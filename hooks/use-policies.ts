import { useMutation, useQuery, useQueryClient } from '@tanstack/react-query';
import { endpoints } from '@/shared/contracts';
import type { Policy, PolicyDraft } from '@/shared/contracts/policies';
import { call } from './api';

const policiesKey = (deskId: string) => ['policies', deskId] as const;

export function usePolicies(deskId: string) {
  return useQuery({
    queryKey: policiesKey(deskId),
    queryFn: ({ signal }) => call(endpoints.listPolicies, { params: { deskId }, signal }),
    select: ({ policies }) => policies,
  });
}

/** Whatever comes of it, policies are read again; tickets take their tolerances from them. */
function useReread(deskId: string) {
  const client = useQueryClient();
  return async () => {
    void client.invalidateQueries({ queryKey: ['underlyings', deskId] });
    await client.invalidateQueries({ queryKey: policiesKey(deskId) });
  };
}

export type PolicySending = { body: PolicyDraft; idempotencyKey: string };

/** Writes a policy, or saves the draft that waits. */
export function useSendPolicy(deskId: string, draft: Pick<Policy, 'id' | 'version'> | null) {
  const reread = useReread(deskId);
  return useMutation({
    mutationFn: ({ body, idempotencyKey }: PolicySending) =>
      draft === null
        ? call(endpoints.createPolicy, { params: { deskId }, body, idempotencyKey })
        : call(endpoints.savePolicy, {
            params: { deskId, policyId: draft.id },
            body: { ...body, version: draft.version },
          }),
    onSettled: reread,
  });
}

export function useApprovePolicy(deskId: string, { id, version }: Policy) {
  const reread = useReread(deskId);
  return useMutation({
    mutationFn: () =>
      call(endpoints.approvePolicy, { params: { deskId, policyId: id }, body: { version } }),
    onSettled: reread,
  });
}
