import { useMutation } from '@tanstack/react-query';
import type { MethodName } from '@/pricing/contract';
import type { Quote } from '@/shared/contracts/quotes';
import { pricingThread } from './pricing-thread';

export type RecomputedRoute = {
  name: MethodName;
  recorded: number;
  /** Null where the engine of this browser gave no value. */
  recomputed: number | null;
};

/** The contract exactly as it was priced: its time to expiry is on record as a double. */
const contractOf = ({ exercise, kind, strike, expiryYears }: Quote) =>
  ({ payoff: 'vanilla', exercise, kind, strike: Number(strike), expiry: expiryYears }) as const;

/** Prices a stored quote again in this browser, from the inputs and settings on record. */
export function useRecompute(quote: Quote) {
  return useMutation({
    networkMode: 'always',
    mutationFn: async (): Promise<RecomputedRoute[]> => {
      const recorded = quote.routes.flatMap(({ name, result }) =>
        result.ok ? [{ name, result }] : [],
      );
      const again = await pricingThread().ask({
        kind: 'reprice',
        contract: contractOf(quote),
        market: quote.market,
        methods: recorded.map(({ result }) => result.method),
      });
      return recorded.map(({ name, result }, index) => {
        const { result: recomputed } = again[index];
        return {
          name,
          recorded: result.value,
          recomputed: recomputed.ok ? recomputed.value : null,
        };
      });
    },
  });
}
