import { useQuery } from '@tanstack/react-query';
import { endpoints } from '@/shared/contracts';
import { call } from './api';

/** Underlyings of the desk with their last approved close; kept while the server is away. */
export function useUnderlyings(deskId: string) {
  return useQuery({
    queryKey: ['underlyings', deskId],
    queryFn: ({ signal }) => call(endpoints.listUnderlyings, { params: { deskId }, signal }),
    select: ({ underlyings }) => underlyings,
  });
}
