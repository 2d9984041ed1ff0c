import { useSyncExternalStore } from 'react';
import type { DeskAccess } from '@/shared/contracts/sessions';
import type { Permission } from '@/shared/permissions';
import { readSession, signIn, signOut, subscribeSession, type SessionState } from './api';

export type SessionView = SessionState & {
  /** The desk as this person sees it; undefined when they are no member of it. */
  desk: (deskId: string) => DeskAccess | undefined;
  /** Whether the person may do this on the desk now; what they may not do is not offered. */
  may: (deskId: string, permission: Permission) => boolean;
  signIn: typeof signIn;
  signOut: typeof signOut;
};

export function useSession(): SessionView {
  const state = useSyncExternalStore(subscribeSession, readSession);
  const desk = (deskId: string) => state.me?.desks.find(({ id }) => id === deskId);
  const may = (deskId: string, permission: Permission) => {
    const access = desk(deskId);
    return access !== undefined && !access.suspended && access.permissions.includes(permission);
  };
  return { ...state, desk, may, signIn, signOut };
}
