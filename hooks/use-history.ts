import { useInfiniteQuery, useQuery } from '@tanstack/react-query';
import { endpoints } from '@/shared/contracts';
import type { HistoryFilter } from '@/shared/contracts/history';
import { call } from './api';

/** A trade that is valued every day fills a quarter of a year with one page. */
const pageSize = 100;

export function useHistory(deskId: string, filter: HistoryFilter) {
  return useInfiniteQuery({
    queryKey: ['history', deskId, filter],
    initialPageParam: undefined as string | undefined,
    queryFn: ({ pageParam, signal }) =>
      call(endpoints.listHistory, {
        params: { deskId },
        query: { ...filter, cursor: pageParam, limit: pageSize },
        signal,
      }),
    getNextPageParam: (page) => page.nextCursor ?? undefined,
    select: ({ pages }) => pages.flatMap(({ items }) => items),
    placeholderData: (previous) => previous,
  });
}

/** The value itself never changes; what is on record about it may grow. */
export function useHistoryValue(deskId: string, position: string) {
  return useQuery({
    queryKey: ['history-value', deskId, position],
    queryFn: ({ signal }) =>
      call(endpoints.getHistoryValue, { params: { deskId, position }, signal }),
  });
}
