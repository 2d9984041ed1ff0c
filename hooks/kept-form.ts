/**
 * A form that is kept in this browser until the server has taken it, with the idempotency key of
 * what was sent last: a reload, a lost connection or a second press can neither lose nor double it.
 */
import { z } from 'zod';
import { newIdempotencyKey } from './api';
import { readStored, writeStored } from './local-store';

const keptSchema = z.object({
  values: z.record(z.string(), z.string()),
  sent: z.object({ content: z.string(), idempotencyKey: z.string() }).nullable(),
});

/** What was typed before, of those fields that the form still has. */
export function readKeptForm<Values extends Record<string, string>>(
  key: string,
  defaults: Values,
): Values {
  const kept = readStored(key, keptSchema)?.values ?? {};
  const entries = Object.entries(defaults).map(([name, text]) => [name, kept[name] ?? text]);
  return Object.fromEntries(entries) as Values;
}

export function keepForm(key: string, values: Record<string, string>): void {
  const sent = readStored(key, keptSchema)?.sent ?? null;
  writeStored(key, { values, sent });
}

/** The key of this content: the one it was sent with before, else a new one. */
export function keyForContent(key: string, body: unknown): string {
  const content = JSON.stringify(body);
  const kept = readStored(key, keptSchema);
  if (kept?.sent?.content === content) return kept.sent.idempotencyKey;
  const idempotencyKey = newIdempotencyKey();
  writeStored(key, { values: kept?.values ?? {}, sent: { content, idempotencyKey } });
  return idempotencyKey;
}

export const forgetForm = (key: string): boolean => writeStored(key, null);
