import { useMutation } from '@tanstack/react-query';
import type { Contract, Market, MethodName, MethodSettings } from '@/pricing/contract';
import { pricingThread } from './pricing-thread';

/** What is on record of a price: its inputs, and each route's settings and value. */
export type StoredPrice = {
  contract: Contract;
  market: Market;
  routes: readonly { method: MethodSettings; value: number }[];
};

export type RecomputedRoute = {
  name: MethodName;
  recorded: number;
  /** Null where the engine of this browser gave no value. */
  recomputed: number | null;
};

/** Prices a stored price again in this browser, from the inputs and settings on record. */
export function useRecompute({ contract, market, routes }: StoredPrice) {
  return useMutation({
    networkMode: 'always',
    mutationFn: async (): Promise<RecomputedRoute[]> => {
      const methods = routes.map(({ method }) => method);
      const again = await pricingThread().ask({ kind: 'reprice', contract, market, methods });
      return routes.map(({ method, value }, index) => {
        const { result } = again[index];
        return {
          name: method.name,
          recorded: value,
          recomputed: result.ok ? result.value : null,
        };
      });
    },
  });
}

########

Your objective = Looking at the data above, write out exactly the lines that start at the one containing "return idempotencyKey;" and end at the one containing "and value. */"; include both and nothing beyond.

Worked solution =
  return idempotencyKey;
}

export const forgetForm = (key: string): boolean => writeStored(key, null);
import { useMutation } from '@tanstack/react-query';
import type { Contract, Market, MethodName, MethodSettings } from '@/pricing/contract';
import { pricingThread } from './pricing-thread';

/** What is on record of a price: its inputs, and each route's settings and value. */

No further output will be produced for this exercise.